В кассе очереди не было, и ученый не спеша протянул деньги, но неожиданно почувствовал что-то типа комариного укуса в руку. Удивившись комарам, которые справляются с плотной костюмной тканью, он взял билет и отошел от кассы. Павла не отпускало ощущение того, что кто-то пристально смотрит ему в спину, хотя вокзал пустовал.
-Чепуха, намаялся за день, - подумал он и сел в зале ожидания. Пытаясь привести в норму результаты своих поисков, он пытался разложить по полочкам свои ощущения от невозможности найти исчезнувшего человека   в современном  городе. Хорошо еще, если у пропавшего есть родственники или близкие знакомые. А так проживи десятки лет рядом, на одной лестничной площадке, но если не работаешь вместе, то и не узнаешь никогда не только о жизни соседей, но даже, как их зовут. И, наверное, счастье, что этот информационный вакуум заполняют любопытные соседки,  чье хобби подглядывать в замочную скважину и подслушивать за дверью  может оказаться ценным и полезным.

Сейчас город представлялся ему в виде чудовищного спрута с множеством гибких щупалец похожих на улицы.
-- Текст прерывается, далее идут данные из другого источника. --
def test_sha256_is_of_the_exact_file_bytes(tmp_path):
    data = plan_bytes(note="request 17", regions=[GOOD_REGION]) + b"\n"
    p = tmp_path / "plan.json"
    p.write_bytes(data)
    plan = load_plan(p, INFO)
    # hashlib (FIPS 180-4) over the bytes as written, not a re-serialisation
    assert plan.sha256 == hashlib.sha256(data).hexdigest()
    rec = plan.record()
    assert rec["sha256"] == plan.sha256 and rec["bytes"] == len(data) and rec["note"] == "request 17"
    assert rec["regions"] == [GOOD_REGION] and rec["overlap_threshold"] == DEFAULT_OVERLAP_IOU
    json.dumps(rec, allow_nan=False)  # plain JSON values


def test_format_ids():
    assert format_ids([5, 1, 2, 3, 9, 10]) == "1-3, 5, 9-10"
    assert format_ids([4]) == "4" and format_ids([]) == ""


# ---------------------------------------------------------------- per-frame decisions

def test_kept_person_is_visible_apart_and_obscured_when_overlapping():
    plan = parse_plan(plan_bytes(keep_visible=[2], track_sheet=SHEET), INFO)
    # IoU arithmetic: [0,0,10,10] vs [9,0,19,10]: 10/190 = 0.053 < 0.1 → kept visible.
    d = plan.decide(0, 0.0, tracks([1, 2], [[9, 0, 19, 10], [0, 0, 10, 10]]), (H, W, 3))
    assert d.kept_ids == (2,) and d.overlap_ids == () and d.obscure.ids.tolist() == [1]
    assert d.mask is None and not d.whole_frame
    # [0,0,10,10] vs [5,0,15,10]: 50/150 = 0.333 > 0.1 → kept person obscured too, frame to review.
    d = plan.decide(1, 0.04, tracks([1, 2], [[5, 0, 15, 10], [0, 0, 10, 10]]), (H, W, 3))
    assert d.kept_ids == () and d.overlap_ids == (2,) and d.obscure.ids.tolist() == [1, 2]
    # Alone in the frame: visible.
    d = plan.decide(2, 0.08, tracks([2], [[0, 0, 10, 10]]), (H, W, 3))
    assert d.kept_ids == (2,) and len(d.obscure) == 0
    # Not in the frame: everyone obscured.
    d = plan.decide(3, 0.12, tracks([1, 3], [[0, 0, 10, 10], [50, 50, 60, 60]]), (H, W, 3))
    assert d.kept_ids == () and d.obscure.ids.tolist() == [1, 3]
    a = plan.applied()["keep_visible"]["keep_visible[0]"]
    assert a["id"] == 2 and a["visible"] == {"frames": 2, "ranges": [[0, 0], [2, 2]]}
    assert a["obscured_for_overlap"] == {"frames": 1, "ranges": [[1, 1]]}


def test_overlap_threshold_is_strictly_more_than_and_settable():
    # [0,0,10,10] vs [5,0,15,10]: IoU exactly 1/3; "more than" 1/3 is not reached.
    plan = parse_plan(plan_bytes(keep_visible=[2], track_sheet=SHEET, overlap_threshold=0.5), INFO)
    d = plan.decide(0, 0.0, tracks([1, 2], [[5, 0, 15, 10], [0, 0, 10, 10]]), (H, W, 3))
    assert d.kept_ids == (2,)
    plan0 = parse_plan(plan_bytes(keep_visible=[2], track_sheet=SHEET, overlap_threshold=0), INFO)
    d = plan0.decide(0, 0.0, tracks([1, 2], [[9, 0, 19, 10], [0, 0, 10, 10]]), (H, W, 3))
    assert d.overlap_ids == (2,)
    d = plan0.decide(1, 0.04, tracks([1, 2], [[10, 0, 19, 10], [0, 0, 10, 10]]), (H, W, 3))  # touching: IoU 0
    assert d.kept_ids == (2,)


def test_kept_person_with_an_unusable_box_is_obscured():
    plan = parse_plan(plan_bytes(keep_visible=[2], track_sheet=SHEET), INFO)
    for ids, boxes in (([2], [[np.nan, 0, 10, 10]]), ([1, 2], [[100, 100, 110, 110], [np.nan, 0, 10, 10]])):
        d = plan.decide(0, 0.0, tracks(ids, boxes), (H, W, 3))
        assert 2 in d.obscure.ids.tolist() and d.kept_ids == ()


def test_regions_boxes_and_whole_frames_apply_in_their_ranges():
    plan = parse_plan(plan_bytes(
        keep_visible=[1], track_sheet=SHEET,
        regions=[{"points": [[10, 10], [40, 10], [40, 30], [10, 30]], "frames": [3, 5], "label": "screen"},
                 {"points": [[100, 100], [120, 100], [120, 110]]}],
        boxes=[{"box": [200, 50, 210, 60], "seconds": [0.2, 0.28]}],
        obscure_frames=[{"frames": [8, 8]}, {"seconds": [0.36, 0.4]}]), INFO)
    seen = {}
    for f in range(12):
        t = f / 25  # 25 fps: 0.2 s is frame 5, 0.28 s frame 7, 0.36 s frame 9, 0.4 s frame 10
        d = plan.decide(f, t, tracks([1], [[250, 150, 270, 200]]), (H, W, 3))
        seen[f] = d
        assert d.mask is not None and d.mask.shape == (H, W)
        assert d.mask[105, 115]  # the region without range: every frame
        assert d.mask[20, 20] == (3 <= f <= 5), f
        assert d.mask[55, 205] == (5 <= f <= 7), f
        assert d.whole_frame == (f in (8, 9, 10)), f
        assert d.kept_ids == (() if f in (8, 9, 10) else (1,)), f
    assert not seen[0].mask[45, 20] and not seen[4].mask[9, 20]  # just outside the first region
    a = plan.applied()
    assert a["regions[0]"] == {"label": "screen", "frames": 3, "ranges": [[3, 5]]}
    assert a["regions[1]"]["frames"] == 12 and a["boxes[0]"]["ranges"] == [[5, 7]]
    assert a["obscure_frames[0]"]["ranges"] == [[8, 8]] and a["obscure_frames[1]"]["ranges"] == [[9, 10]]
    plan.decide(11, 11 / 25, tracks([], []), (H, W, 3))  # the same frame again is not counted twice
    assert plan.applied()["regions[1]"]["frames"] == 12


def test_decide_refuses_another_frame_size():
    plan = parse_plan(plan_bytes(), INFO)
    with pytest.raises(RedactError):
        plan.decide(0, 0.0, tracks([], []), (480, 640, 3))


def test_settings_fingerprint_guards_the_track_ids():
    s = ProcessSettings()
    fp = ids_fingerprint(s, "0" * 64)
    # What changes ids changes the fingerprint; how people are drawn does not.
    assert ids_fingerprint(ProcessSettings(pose=PoseSettings(score_threshold=0.4)), "0" * 64) != fp
    assert ids_fingerprint(ProcessSettings(coast_seconds=3.0), "0" * 64) != fp
    assert ids_fingerprint(s, "1" * 64) != fp
    assert ids_fingerprint(ProcessSettings(render=RenderSettings(style="blur"), crf=30), "0" * 64) == fp
    plan = parse_plan(plan_bytes(keep_visible=[1], track_sheet={"source_sha256": "a" * 64, "settings_sha256": fp}),
                      INFO)
    plan.check_settings(s, "0" * 64)
    with pytest.raises(PlanError, match=r"^plan: track_sheet.settings_sha256: "):
        plan.check_settings(ProcessSettings(coast_seconds=3.0), "0" * 64)


# ---------------------------------------------------------------- end to end (wired by the pipeline)

SEED = bytes(range(32))
MIN_SIDE = 16  # as tests/test_process.py: slivers at the frame edge are not checked
KEEP_ACTOR, OTHER_ACTOR = 0, 1  # astronaut (public domain, NASA) is the requester; camera man (CC0) is not
REGION = [[130, 4], [200, 4], [214, 34], [118, 34]]  # a trapezoid on the wall, frames 6-14
REGION_FRAMES = (6, 14)
WHOLE_FRAMES = (47, 48)


def _decode(path: Path) -> list[np.ndarray]:
    import av

    with av.open(str(path)) as c:
        return [f.to_ndarray(format="rgb24") for f in c.decode(c.streams.video[0])]


def _iou(a, b) -> float:
    ix = max(0.0, min(a[2], b[2]) - max(a[0], b[0]))
    iy = max(0.0, min(a[3], b[3]) - max(a[1], b[1]))
    u = (a[2] - a[0]) * (a[3] - a[1]) + (b[2] - b[0]) * (b[3] - b[1]) - ix * iy
    return ix * iy / u if u > 0 else 0.0


def _others_masks(rows, keep_id: int | None, shape) -> dict[int, np.ndarray]:
    """Per frame, where the run obscured people other than the kept one, recomputed from its own
    rows: each other track's region (redact.redaction.regions.person_region, margin from its frames since
    the last observation by TrackerConfig.margin_after), and for a new track its first region at
    the widest margin over the look-back frames before it (redact.pipeline's look-back).
    Dilated by 3 px for codec bleed. Used only to choose which pixels to compare; keep_id None
    gives everyone's regions."""
    from redact.pipeline import ProcessSettings
    from redact.redaction.regions import RegionSettings, person_region
    from redact.vision.track import TrackerConfig

    cfg, rs = TrackerConfig(), RegionSettings()
    back = int(round(ProcessSettings().lookback_seconds * 25)) + 1
    masks = {r.frame: np.zeros(shape[:2], bool) for r in rows}
    unseen: dict[int, int] = {}
    seen: set[int] = set()
    for r in rows:
        for k, tid in enumerate(r.tracks.ids.tolist()):
            unseen[tid] = 0 if r.tracks.observed[k] else unseen.get(tid, 0) + 1
            if tid == keep_id:
                continue
            reg = person_region(r.tracks.boxes[k], r.tracks.keypoints[k], cfg.margin_after(unseen[tid]), shape, rs)
            if not reg.empty:
                masks[r.frame] |= reg.mask(shape)
            if tid not in seen:
                first = person_region(r.tracks.boxes[k], r.tracks.keypoints[k], cfg.max_margin, shape, rs)
                for f in range(max(0, r.frame - back), r.frame):
                    if not first.empty:
                        masks[f] |= first.mask(shape)
            seen.add(tid)
    kernel = np.ones((7, 7), np.uint8)
    return {f: cv2.dilate(m.astype(np.uint8), kernel).astype(bool) for f, m in masks.items()}


def _edge_probes(poly, d: float):
    """(inside, outside) points d pixels from each edge's midpoint along its normal."""
    p = np.asarray(poly, float)
    c = p.mean(axis=0)
    out = []
    for a, b in zip(p, np.roll(p, -1, axis=0)):
        m = (a + b) / 2
        n = np.array([b[1] - a[1], a[0] - b[0]])
        n /= np.linalg.norm(n)
        if np.dot(c - m, n) < 0:
            n = -n  # make n point inwards
        out.append((m + d * n, m - d * n))
    return out


def _grey(img, x, y) -> float:
    return float(img[int(y), int(x)].astype(float).mean())


def _write_plan(clip, sheet_dir: Path) -> tuple[Path, int, list[dict]]:
    """A track sheet and a plan keeping the astronaut visible, as an operator would write them."""
    from redact.tracksheet import make_track_sheet
    from redact.vision.models import get_model

    sheet = make_track_sheet(clip.path, sheet_dir / "sheet")
    template = json.loads((sheet_dir / "sheet" / "plan-template.json").read_text())
    # The template binds the ids to this file (hashlib, FIPS 180-4) and to these settings.
    assert template["track_sheet"]["source_sha256"] == hashlib.sha256(clip.path.read_bytes()).hexdigest()
    assert template["track_sheet"]["settings_sha256"] == ids_fingerprint(ProcessSettings(), get_model().sha256)

    # The requester's id, as the operator would pick it from the sheet: the track whose pictured
    # boxes match the astronaut's exact rectangle best.
    def match(item) -> float:
        return float(np.mean([_iou(sh["box"], clip.truths[sh["frame"]].person_rects[KEEP_ACTOR])
                              for sh in item["shown"]]))
    best = max(sheet, key=match)
    assert match(best) > 0.5
    plan_doc = {**template, "note": "test request", "keep_visible": [best["id"]],
                "regions": [{"label": "notice board", "points": REGION, "frames": list(REGION_FRAMES)}],
                "boxes": [{"label": "poster", "box": [10, 4, 80, 30], "seconds": [1.6, 1.96]}],
                "obscure_frames": [{"frames": list(WHOLE_FRAMES)}]}
    plan_path = sheet_dir / "plan.json"
    plan_path.write_text(json.dumps(plan_doc, indent=1))
    return plan_path, best["id"], sheet


@pytest.fixture(scope="module")
def planned(crossing_clip, tmp_path_factory):
    """The crossing clip processed with a plan that keeps the astronaut visible (wired by the pipeline)."""
    from redact.pipeline import process_video
    from redact.provenance.signing import Signer

    d = tmp_path_factory.mktemp("planned")
    plan_path, keep_id, _ = _write_plan(crossing_clip, d)
    result = process_video(crossing_clip.path, d / "out", Signer.from_seed(SEED), ProcessSettings(), plan=plan_path)
    return crossing_clip, plan_path, keep_id, result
Каждое щупальце, как живое медленно втягивало свою добычу на ночь, смаковало ее, пощелкивая электрическими огнями, и, сытно урча, переваривало душной ночью, а утром выплевывало всю пережеванную массу в поисках новой пищи. И каждое утро, улицы недосчитывались многих и многих, кто стал ночной жертвой  гигантского монстра - спрута. Так и Николай, его друг исчез бесследно.
- Нет, не стоит идти на поводу своей страха, - с такими мыслями Павел встал и решительно зашагал с вокзала. Он решил пойти в психиатрическую лечебницу. Именно туда могли поместить его друга за  неадекватные  разговоры.